-- Requirement --
Of the lines below, copy those that hold the word "PresetMembers".

*** Opening Dataset entries ***

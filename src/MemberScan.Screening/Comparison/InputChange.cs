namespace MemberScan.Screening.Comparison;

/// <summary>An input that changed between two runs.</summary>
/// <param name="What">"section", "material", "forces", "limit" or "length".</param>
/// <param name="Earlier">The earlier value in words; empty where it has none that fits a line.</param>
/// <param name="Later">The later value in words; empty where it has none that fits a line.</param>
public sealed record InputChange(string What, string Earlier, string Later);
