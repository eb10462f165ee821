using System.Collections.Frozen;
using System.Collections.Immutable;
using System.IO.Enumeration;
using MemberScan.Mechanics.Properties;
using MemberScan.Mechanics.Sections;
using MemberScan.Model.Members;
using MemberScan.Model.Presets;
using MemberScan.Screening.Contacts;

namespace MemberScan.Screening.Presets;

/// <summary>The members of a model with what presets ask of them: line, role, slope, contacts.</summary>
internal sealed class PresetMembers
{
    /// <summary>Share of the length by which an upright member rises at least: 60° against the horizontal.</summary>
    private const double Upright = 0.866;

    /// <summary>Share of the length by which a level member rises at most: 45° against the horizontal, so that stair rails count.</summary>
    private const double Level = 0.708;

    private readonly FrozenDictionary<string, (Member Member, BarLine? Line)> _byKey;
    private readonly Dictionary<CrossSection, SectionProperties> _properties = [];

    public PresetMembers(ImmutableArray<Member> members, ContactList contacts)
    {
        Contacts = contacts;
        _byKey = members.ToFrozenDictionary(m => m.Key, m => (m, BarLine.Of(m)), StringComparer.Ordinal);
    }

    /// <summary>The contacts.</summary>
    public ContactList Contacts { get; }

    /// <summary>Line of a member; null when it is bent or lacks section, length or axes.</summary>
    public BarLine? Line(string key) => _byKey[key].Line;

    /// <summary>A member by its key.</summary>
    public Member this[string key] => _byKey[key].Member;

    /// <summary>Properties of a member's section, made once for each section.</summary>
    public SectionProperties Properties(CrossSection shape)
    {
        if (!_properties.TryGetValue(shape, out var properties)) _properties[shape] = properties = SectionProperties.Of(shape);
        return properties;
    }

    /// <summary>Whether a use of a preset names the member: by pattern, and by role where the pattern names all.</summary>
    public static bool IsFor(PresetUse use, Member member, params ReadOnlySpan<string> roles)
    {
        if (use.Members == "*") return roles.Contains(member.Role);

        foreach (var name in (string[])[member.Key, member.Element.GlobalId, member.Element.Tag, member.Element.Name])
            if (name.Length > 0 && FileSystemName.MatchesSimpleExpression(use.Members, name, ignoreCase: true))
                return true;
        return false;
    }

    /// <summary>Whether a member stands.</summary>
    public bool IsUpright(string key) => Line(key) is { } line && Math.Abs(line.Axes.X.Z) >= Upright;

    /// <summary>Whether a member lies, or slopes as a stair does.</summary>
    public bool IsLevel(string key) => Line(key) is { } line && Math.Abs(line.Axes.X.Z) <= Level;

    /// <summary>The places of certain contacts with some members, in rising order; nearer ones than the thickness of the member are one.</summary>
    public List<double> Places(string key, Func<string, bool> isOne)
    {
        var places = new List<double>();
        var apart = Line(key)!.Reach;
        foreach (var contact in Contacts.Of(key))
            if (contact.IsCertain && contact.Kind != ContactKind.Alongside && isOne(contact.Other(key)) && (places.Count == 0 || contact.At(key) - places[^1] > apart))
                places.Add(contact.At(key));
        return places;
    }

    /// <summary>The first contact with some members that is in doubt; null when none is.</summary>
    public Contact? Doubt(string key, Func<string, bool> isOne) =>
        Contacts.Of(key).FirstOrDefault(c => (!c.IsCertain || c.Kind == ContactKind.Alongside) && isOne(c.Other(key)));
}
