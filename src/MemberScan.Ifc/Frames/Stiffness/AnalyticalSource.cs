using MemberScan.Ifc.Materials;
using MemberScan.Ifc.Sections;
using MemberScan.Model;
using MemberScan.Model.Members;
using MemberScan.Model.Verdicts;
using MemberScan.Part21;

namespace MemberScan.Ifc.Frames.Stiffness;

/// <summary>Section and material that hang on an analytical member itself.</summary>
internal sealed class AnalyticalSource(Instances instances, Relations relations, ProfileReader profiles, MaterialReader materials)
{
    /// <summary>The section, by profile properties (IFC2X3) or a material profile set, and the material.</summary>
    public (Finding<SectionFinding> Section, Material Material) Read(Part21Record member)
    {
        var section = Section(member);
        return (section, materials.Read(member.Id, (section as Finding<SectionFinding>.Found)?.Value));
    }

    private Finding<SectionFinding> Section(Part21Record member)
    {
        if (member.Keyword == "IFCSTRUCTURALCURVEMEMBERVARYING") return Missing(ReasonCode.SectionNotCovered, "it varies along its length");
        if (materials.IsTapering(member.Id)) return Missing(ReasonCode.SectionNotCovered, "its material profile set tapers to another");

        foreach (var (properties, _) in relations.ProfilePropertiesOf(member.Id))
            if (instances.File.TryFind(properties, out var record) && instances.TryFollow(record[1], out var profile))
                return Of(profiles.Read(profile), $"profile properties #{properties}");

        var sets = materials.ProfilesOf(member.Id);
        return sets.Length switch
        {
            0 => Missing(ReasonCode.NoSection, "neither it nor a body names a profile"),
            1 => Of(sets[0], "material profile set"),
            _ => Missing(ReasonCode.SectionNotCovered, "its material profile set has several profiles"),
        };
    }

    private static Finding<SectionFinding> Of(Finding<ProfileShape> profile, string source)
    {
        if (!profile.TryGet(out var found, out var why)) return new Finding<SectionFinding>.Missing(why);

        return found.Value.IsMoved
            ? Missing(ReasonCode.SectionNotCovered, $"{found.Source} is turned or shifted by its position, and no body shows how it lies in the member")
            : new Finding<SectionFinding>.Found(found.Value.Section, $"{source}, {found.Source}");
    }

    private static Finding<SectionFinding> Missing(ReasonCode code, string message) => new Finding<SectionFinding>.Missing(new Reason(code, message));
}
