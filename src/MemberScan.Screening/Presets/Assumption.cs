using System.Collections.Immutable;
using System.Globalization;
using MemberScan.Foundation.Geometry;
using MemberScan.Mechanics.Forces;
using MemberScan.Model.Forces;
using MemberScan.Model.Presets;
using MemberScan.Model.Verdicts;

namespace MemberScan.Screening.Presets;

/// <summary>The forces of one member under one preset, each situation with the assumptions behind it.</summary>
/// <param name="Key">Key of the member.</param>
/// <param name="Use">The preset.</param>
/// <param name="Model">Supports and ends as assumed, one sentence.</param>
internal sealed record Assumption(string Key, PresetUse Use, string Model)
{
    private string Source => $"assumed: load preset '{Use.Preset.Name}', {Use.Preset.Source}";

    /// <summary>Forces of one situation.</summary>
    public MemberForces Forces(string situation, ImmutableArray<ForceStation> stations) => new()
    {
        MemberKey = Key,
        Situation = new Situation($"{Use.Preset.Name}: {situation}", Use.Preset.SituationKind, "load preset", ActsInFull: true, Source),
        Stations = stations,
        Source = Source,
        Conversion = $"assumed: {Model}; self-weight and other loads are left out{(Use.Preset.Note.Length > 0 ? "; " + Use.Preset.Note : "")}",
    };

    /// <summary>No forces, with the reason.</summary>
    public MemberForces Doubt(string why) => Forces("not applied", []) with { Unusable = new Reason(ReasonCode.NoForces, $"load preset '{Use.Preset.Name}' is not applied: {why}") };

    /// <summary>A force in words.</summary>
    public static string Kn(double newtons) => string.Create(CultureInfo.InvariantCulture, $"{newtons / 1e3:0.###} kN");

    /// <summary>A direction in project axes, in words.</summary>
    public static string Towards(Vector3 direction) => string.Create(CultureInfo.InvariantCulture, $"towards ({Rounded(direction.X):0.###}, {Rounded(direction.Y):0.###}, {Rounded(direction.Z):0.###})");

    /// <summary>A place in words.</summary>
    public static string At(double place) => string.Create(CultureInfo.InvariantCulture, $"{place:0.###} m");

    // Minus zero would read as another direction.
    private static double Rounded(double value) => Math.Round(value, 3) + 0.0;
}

*** Closing Dataset entries ***

-- Exercise answer --
internal sealed class PresetMembers
    public PresetMembers(ImmutableArray<Member> members, ContactList contacts)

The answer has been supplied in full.